**Task description**
Every word of the data below has to be copied faithfully.

───── Task material ─────

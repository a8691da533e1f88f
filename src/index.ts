// Public library API. Each area re-exports its own entry points.
export * from './sparse/types.js';
export * from './sparse/csr.js';
export * from './sparse/bsr.js';
export * from './solvers/types.js';
export * from './solvers/recipe.js';
export * from './precond/types.js';
export { UserError, EXIT } from './util/errors.js';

─────

**Response below**
repository a8691da533e1f88f
filename src/index.ts
// Public library API. Each area re-exports its own entry points.
export * from './sparse/types.js';
export * from './sparse/csr.js';
export * from './sparse/bsr.js';
export * from './solvers/types.js';
export * from './solvers/recipe.js';
export * from './precond/types.js';
export { UserError, EXIT } from './util/errors.js';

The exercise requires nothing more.